The second jump, from three days to one, is where pb actually earns its keep. The conceptual work was already done. What was left was just the mass of mechanical busywork around the conceptual work, and that turns out to be a much bigger fraction of the total time than I would have guessed before I tried to remove it. The clipboard juggling. The filename hygiene. The “wait, which version of the style guide did I actually use last time.” The Meshy task IDs in a Notes file somewhere. The “how many more models do I actually need?”. All of it small, none of it valuable, all of it adding up.

The tool is also, almost incidentally, the thing I can hand to my friend. I have not actually handed it to him yet. But when I do, it will not be because it does the thinking for him, it cannot, but because it gives him the structure to do the thinking himself. The style guide template forces him to write down the visual rules. The subjects file forces him to enumerate what he is building. The seed image forces him to commit to a reference. The directory layout means his decisions accumulate somewhere durable instead of evaporating inside chat threads. The CLI carries state between the moments where his judgement is actually needed. He still has to make every important call. The tool just gets out of his way for everything else.

This is, I think, the bit that is making me look sideways at a lot of other things.

The reflex when building anything in this moment is to put AI at the centre of it. To make the AI the product. To wrap a chat around it, to add an agent, to integrate a model, to find somewhere to call an LLM. And there is a vast amount of perfectly good work being done in exactly that shape. But sitting in front of pb, which is just plumbing, I keep thinking about how much of the value came from doing the opposite. From looking at a workflow that had AI in it, finding the places where the AI was already doing what it needed to do, and then carefully, deliberately, automating everything between those places without any AI at all.

The decisions are where the value is. Choosing the style. Reading the three pose options and picking one. Looking at the generated image and going “yes, that one.” Looking at the Meshy output and deciding it is worth keeping, or it is not. Those are the moments where the human matters. They are also a small fraction of the total time the workflow used to take, because they were buried inside an enormous amount of cruft that had nothing to do with judgement and everything to do with moving things between windows.

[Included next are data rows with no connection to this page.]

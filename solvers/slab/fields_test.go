package slab

import (
	"context"
	"math"
	"math/cmplx"
	"testing"
)

const micron = 1e-6

func omegaOf(wavelength float64) float64 { return 2 * math.Pi * lightSpeed / wavelength }

// fieldsAt solves a model at its own frequency and samples all its modes.
func fieldsAt(t *testing.T, m *model, y []float64) (*Solver, []*Fields) {
	t.Helper()
	s := New(2)
	modes, _, err := s.Solve(context.Background(), m.w0, m.stack(), 20)
	if err != nil {
		t.Fatal(err)
	}
	if len(modes) == 0 {
		t.Fatal("no mode")
	}
	var all []*Fields
	for i := range modes {
		f, err := s.Fields(i, y)
		if err != nil {
			t.Fatal(err)
		}
		all = append(all, f)
	}
	return s, all
}

func heights(low, high float64, n int) []float64 {
	y := make([]float64, n)
	for i := range y {
		y[i] = low + (high-low)*(float64(i)+0.5)/float64(n)
	}
	return y
}

// TestSymmetricFilmField holds the fields of the symmetric film to their closed form (Marcuse, Theory of Dielectric Optical
// Waveguides): cos or sin of kappa (y - h/2) inside, exp(-gamma |y|) outside, with
// kappa^2 = (n1^2 - N) k^2, gamma^2 = (N - n2^2) k^2. Relative to the largest value rounding leaves some 1e-14 of
// a field whose phase is a few radians; 1e-11 is the accuracy asked of neff.
func TestSymmetricFilmField(t *testing.T) {
	const n1, n2, h = 2.0, 1.45, 1.1 * micron
	m := &model{w0: omegaOf(1.55 * micron), layers: []medium{half(n2), filmOf(n1, h), half(n2)}}
	y := heights(-0.7*micron, h+0.7*micron, 180)
	s, fields := fieldsAt(t, m, y)
	k := m.w0 / lightSpeed
	for i, f := range fields {
		mode := s.out.modes[i]
		t.Run(mode.Family, func(t *testing.T) {
			kappa, gamma := k*math.Sqrt(n1*n1-mode.Neff*mode.Neff), k*math.Sqrt(mode.Neff*mode.Neff-n2*n2)
			got := f.E[0]
			if mode.Type == "TM" {
				got = f.H[0]
			}
			odd := mode.Symmetry == "odd"
			inside := func(u float64) float64 {
				if odd {
					return math.Sin(kappa * u)
				}
				return math.Cos(kappa * u)
			}
			closed := func(v float64) float64 {
				u := v - h/2
				if a := math.Abs(u) - h/2; a > 0 {
					return inside(math.Copysign(h/2, u)) * math.Exp(-gamma*a)
				}
				return inside(u)
			}
			scale := got[95] / complex(closed(y[95]), 0)
			for j, v := range y {
				if d := cmplx.Abs(got[j]/scale - complex(closed(v), 0)); d > 1e-11 {
					t.Fatalf("at %g um: %v, expected %g", v/micron, got[j]/scale, closed(v))
				}
			}
		})
	}
}

// stacks are what the identities below are held on: layered, anisotropic, lossy, with metal planes, and two wells
// that agree in every digit.
func stacks() []*model {
	w := omegaOf(1.55 * micron)
	crystal := filmOf(2.2, 0.9*micron)
	crystal.eps = [3]complex128{4.9, 4.6, 4.4}
	lossy := filmOf(1.9, 0.8*micron)
	lossy.eps = isotropic(3.61 - 0.02i)
	return []*model{
		{name: "layered", w0: w, layers: []medium{half(1.45), filmOf(2, 0.4*micron), filmOf(1.5, 0.3*micron), filmOf(1.9, 0.7*micron), half(1)}},
		{name: "mirrored", w0: w, layers: []medium{half(1.45), filmOf(2, 0.5*micron), filmOf(1.5, 0.4*micron), filmOf(2, 0.5*micron), half(1.45)}},
		{name: "anisotropic", w0: w, layers: []medium{half(1.45), crystal, half(1.3)}},
		{name: "lossy", w0: w, layers: []medium{half(1.45), lossy, filmOf(1.7, 0.5*micron), half(1)}},
		{name: "plates", w0: w, bottom: true, top: true, layers: []medium{filmOf(1.5, 0.7*micron)}},
		{name: "ground", w0: w, bottom: true, layers: []medium{filmOf(1.5, 0.7*micron), filmOf(2, 0.6*micron), half(1.2)}},
		{name: "far apart", w0: w, layers: []medium{half(1.45), filmOf(2, 0.4*micron), filmOf(1.45, 9*micron), filmOf(2, 0.4*micron), half(1.3)}},
	}
}

// TestFieldCurl holds the sampled fields to Maxwell's equations: curl E = -j w mu0 H and curl H = j w eps0 eps E in the
// components that have a derivative along y, by central differences of sixth order (Fornberg, Mathematics of Computation 51, 699, 1988) over 10 nm in
// each layer. Their truncation is (q d)^6/140 with q d below 0.09 of a radian, 4e-9; the tolerance is 1e-7 of the largest value.
func TestFieldCurl(t *testing.T) {
	const d = 10e-9
	weights := []float64{3. / 4, -3. / 20, 1. / 60}
	for _, m := range stacks() {
		t.Run(m.name, func(t *testing.T) {
			var y, middles []float64
			var inside []int
			at := -0.4 * micron
			for l, layer := range m.layers {
				thick := layer.d
				if layer.open {
					thick = 0.4 * micron
				}
				if l == 0 && !layer.open {
					at = 0
				}
				for _, c := range heights(at+0.04*micron, at+thick-0.04*micron, 7) {
					middles, inside = append(middles, c), append(inside, l)
					for i := -3; i <= 3; i++ {
						y = append(y, c+float64(i)*d)
					}
				}
				at += thick
			}
			s, fields := fieldsAt(t, m, y)
			wmu, we := m.w0*4e-7*math.Pi, m.w0/(4e-7*math.Pi*lightSpeed*lightSpeed)
			for i, f := range fields {
				tops := [2]float64{}
				for j := range y {
					for c := range 3 {
						tops[0], tops[1] = max(tops[0], cmplx.Abs(f.E[c][j])), max(tops[1], cmplx.Abs(f.H[c][j]))
					}
				}
				beta := complex(s.out.modes[i].Neff, -s.out.modes[i].Kappa) * complex(m.w0/lightSpeed, 0)
				for p := range middles {
					slope := func(v []complex128) (sum complex128) {
						for i, w := range weights {
							sum += complex(w/d, 0) * (v[7*p+4+i] - v[7*p+2-i])
						}
						return sum
					}
					j, eps := 7*p+3, m.layers[inside[p]].eps
					for _, c := range []struct {
						name      string
						got, want complex128
						scale     float64
					}{
						{"curl E along x", slope(f.E[2]) + 1i*beta*f.E[1][j], -1i * complex(wmu, 0) * f.H[0][j], wmu * tops[1]},
						{"curl E along y", -1i * beta * f.E[0][j], -1i * complex(wmu, 0) * f.H[1][j], wmu * tops[1]},
						{"curl E along z", -slope(f.E[0]), -1i * complex(wmu, 0) * f.H[2][j], wmu * tops[1]},
						{"curl H along x", slope(f.H[2]) + 1i*beta*f.H[1][j], 1i * complex(we, 0) * eps[0] * f.E[0][j], we * tops[0]},
						{"curl H along y", -1i * beta * f.H[0][j], 1i * complex(we, 0) * eps[1] * f.E[1][j], we * tops[0]},
						{"curl H along z", -slope(f.H[0]), 1i * complex(we, 0) * eps[2] * f.E[2][j], we * tops[0]},
					} {
						if cmplx.Abs(c.got-c.want) > 1e-7*c.scale {
							t.Fatalf("%s: %s at %g um: %v, expected %v", s.out.modes[i].Family, c.name, middles[p]/micron, c.got, c.want)
						}
					}
				}
			}
		})
	}
}

// TestFieldContinuity: tangential E and H and normal eps E pass each interface (Collin, Field Theory of Guided Waves).
// The places are 1e-15 m on either side, over which a field changes by some 1e-8 of itself at most.
func TestFieldContinuity(t *testing.T) {
	for _, m := range stacks() {
		t.Run(m.name, func(t *testing.T) {
			var y []float64
			var pairs [][2]int
			at := 0.0
			for l := range m.layers {
				at += m.layers[l].d
				if l+1 < len(m.layers) {
					y, pairs = append(y, at-1e-15, at+1e-15), append(pairs, [2]int{l, l + 1})
				}
			}
			y = append(y, heights(0, at, 60)...)
			s, fields := fieldsAt(t, m, y)
			for i, f := range fields {
				for c := range 6 {
					v, name := f.E[c%3], "E"
					if c > 2 {
						v, name = f.H[c%3], "H"
					}
					top := 0.0
					for j := range v {
						top = max(top, cmplx.Abs(v[j]))
					}
					for p, pair := range pairs {
						below, above := v[2*p], v[2*p+1]
						if c == 1 {
							below, above = below*m.layers[pair[0]].eps[1], above*m.layers[pair[1]].eps[1]
						}
						if cmplx.Abs(below-above) > 1e-7*top {
							t.Errorf("%s: %s%c below interface %d %v, above %v", s.out.modes[i].Family, name, 'x'+rune(c%3), p, below, above)
						}
					}
				}
			}
		})
	}
}

// TestFieldPower: the power is half the real part of the integral of E x H* along z (Poynting's theorem), here by the midpoint rule
// of 40000 places out to where S is below exp(-16) of itself; its error across the interfaces' jumps is below 1e-4 of the whole.
func TestFieldPower(t *testing.T) {
	for _, m := range stacks() {
		t.Run(m.name, func(t *testing.T) {
			s, fields := fieldsAt(t, m, nil)
			for i := range fields {
				low, high := 0.0, 0.0
				for l, layer := range m.layers {
					high += layer.d
					if layer.open {
						reach := 8 / (m.w0 / lightSpeed * math.Sqrt(math.Pow(s.out.modes[i].Neff, 2)-real(layer.eps[0])))
						if l == 0 {
							low = -reach
						} else {
							high += reach
						}
					}
				}
				y := heights(low, high, 40000)
				f, err := s.Fields(i, y)
				if err != nil {
					t.Fatal(err)
				}
				sum := 0.0
				for j := range y {
					sum += real(f.E[0][j]*cmplx.Conj(f.H[1][j])-f.E[1][j]*cmplx.Conj(f.H[0][j])) / 2
				}
				if sum *= (high - low) / float64(len(y)); math.Abs(sum/f.Power-1) > 1e-4 {
					t.Errorf("%s: power %g, by quadrature %g", s.out.modes[i].Family, f.Power, sum)
				}
			}
		})
	}
}

func TestFieldsOfNoMode(t *testing.T) {
	s, fields := fieldsAt(t, stacks()[0], nil)
	for _, i := range []int{-1, len(fields)} {
		if _, err := s.Fields(i, nil); err == nil {
			t.Errorf("mode %d of %d: no error", i, len(fields))
		}
	}
}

What if a lot of what we are about to build looks like this. Not products that put AI at the centre, but products that take the cruft out from around the AI. Products whose job is to separate the moments where a person needs to think from the moments where a person is just moving bytes around because nobody else will. Products that respect the parts of the workflow where taste lives, and quietly, ruthlessly, automate everything else, including the bits that are not AI at all.

I am still mulling this over. It feels almost too simple to be a grand theory of anything, a lesson pulled from a hobby project that I am trying to stretch over an entire industry. But I keep noticing the same shape elsewhere: the model is not always the missing piece. Sometimes the missing piece is everything around the model.

The most valuable AI products might not be very AI at all. They might just be the thing that lets you get to the AI faster, and then get out of the way while you do the part that matters.